[Records from a dataset]
★ ★ ★ ★ ★
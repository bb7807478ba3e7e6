import type { MachineState, Place } from '../interpreter/events';
import { endCodeResets } from './end-code-resets';
import { figure, has, text } from './finding-data';
import { defineRule } from './rule';

/** A G92 or G52 shift still in force where nothing takes it away. */
export const localShiftLeft = defineRule({
  id: 'local-shift-left',
  group: 'state',
  title: 'A local shift is left on',
  severity: 'hold',
  hold: 'judge',
  protects: 'The next program from a work zero that is shifted and does not look it.',
  explanation:
    'A shift set by G92 or G52 adds to every work offset and shows nowhere. Where the end code does not clear it (in the published language M2 and M30 do, NISTIR 6556, 3.6.1), it stays for the next program; it is also reported at a change on a machine whose macro is not known to work in machine coordinates alone.',
  examples: {
    setup: { controller: { language: 'custom-macro' } },
    bad: 'G21 G90 G54\nG52 X100\nG0 X0\nM30',
    good: 'G21 G90 G54\nG52 X100\nG0 X0\nG52 X0 Y0 Z0\nM30',
  },
  word: (data, lengths) => ({
    message: `A shift of ${axesWords(data, lengths.position)} is still on ${text(data, 'where') === 'change' ? 'at the tool change' : 'as the program ends'}${has(data, 'setAt') ? ` (set in line ${figure(data, 'setAt')})` : ''}.`,
    advice: 'Cancel it before, by G52 X0 Y0 Z0 or G92.1 as it was set.',
  }),
  observe: (shop, report) => {
    const { controller } = shop.setup;
    const judge = (where: 'end' | 'change', at: Place, state: MachineState) => {
      const { shiftX: x, shiftY: y, shiftZ: z } = state;
      if (x === 0 && y === 0 && z === 0) return;
      const setAt = state.setAt('localShift')?.line;
      const data = { where, x, y, z, ...(setAt !== undefined && { setAt }) };
      report.found({ cause: where, at, data }, state);
    };
    return {
      toolChanging(event, state) {
        if (controller.toolChange === 'macro' && !endCodeResets(controller, 'M30'))
          judge('change', event.place, state);
      },
      programEnd(event, state) {
        if (!endCodeResets(controller, event.code)) judge('end', event.place, state);
      },
    };
  },
});

function axesWords(
  data: Parameters<typeof text>[0],
  position: (axis: string, mm: number) => string,
): string {
  return ['x', 'y', 'z']
    .filter((axis) => figure(data, axis) !== 0)
    .map((axis) => position(axis, figure(data, axis)))
    .join(', ');
}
★ ★ ★ ★ ★
• _Assigned task_: Please return the records above exactly as they are written.

• _Exercise answer_:
repository bb7807478ba3e7e6
import type { MachineState, Place } from '../interpreter/events';
import { endCodeResets } from './end-code-resets';
import { figure, has, text } from './finding-data';
import { defineRule } from './rule';

/** A G92 or G52 shift still in force where nothing takes it away. */
export const localShiftLeft = defineRule({
  id: 'local-shift-left',
  group: 'state',
  title: 'A local shift is left on',
  severity: 'hold',
  hold: 'judge',
  protects: 'The next program from a work zero that is shifted and does not look it.',
  explanation:
    'A shift set by G92 or G52 adds to every work offset and shows nowhere. Where the end code does not clear it (in the published language M2 and M30 do, NISTIR 6556, 3.6.1), it stays for the next program; it is also reported at a change on a machine whose macro is not known to work in machine coordinates alone.',
  examples: {
    setup: { controller: { language: 'custom-macro' } },
    bad: 'G21 G90 G54\nG52 X100\nG0 X0\nM30',
    good: 'G21 G90 G54\nG52 X100\nG0 X0\nG52 X0 Y0 Z0\nM30',
  },
  word: (data, lengths) => ({
    message: `A shift of ${axesWords(data, lengths.position)} is still on ${text(data, 'where') === 'change' ? 'at the tool change' : 'as the program ends'}${has(data, 'setAt') ? ` (set in line ${figure(data, 'setAt')})` : ''}.`,
    advice: 'Cancel it before, by G52 X0 Y0 Z0 or G92.1 as it was set.',
  }),
  observe: (shop, report) => {
    const { controller } = shop.setup;
    const judge = (where: 'end' | 'change', at: Place, state: MachineState) => {
      const { shiftX: x, shiftY: y, shiftZ: z } = state;
      if (x === 0 && y === 0 && z === 0) return;
      const setAt = state.setAt('localShift')?.line;
      const data = { where, x, y, z, ...(setAt !== undefined && { setAt }) };
      report.found({ cause: where, at, data }, state);
    };
    return {
      toolChanging(event, state) {
        if (controller.toolChange === 'macro' && !endCodeResets(controller, 'M30'))
          judge('change', event.place, state);
      },
      programEnd(event, state) {
        if (!endCodeResets(controller, event.code)) judge('end', event.place, state);
      },
    };
  },
});

function axesWords(
  data: Parameters<typeof text>[0],
  position: (axis: string, mm: number) => string,
): string {
  return ['x', 'y', 'z']
    .filter((axis) => figure(data, axis) !== 0)
    .map((axis) => position(axis, figure(data, axis)))
    .join(', ');
}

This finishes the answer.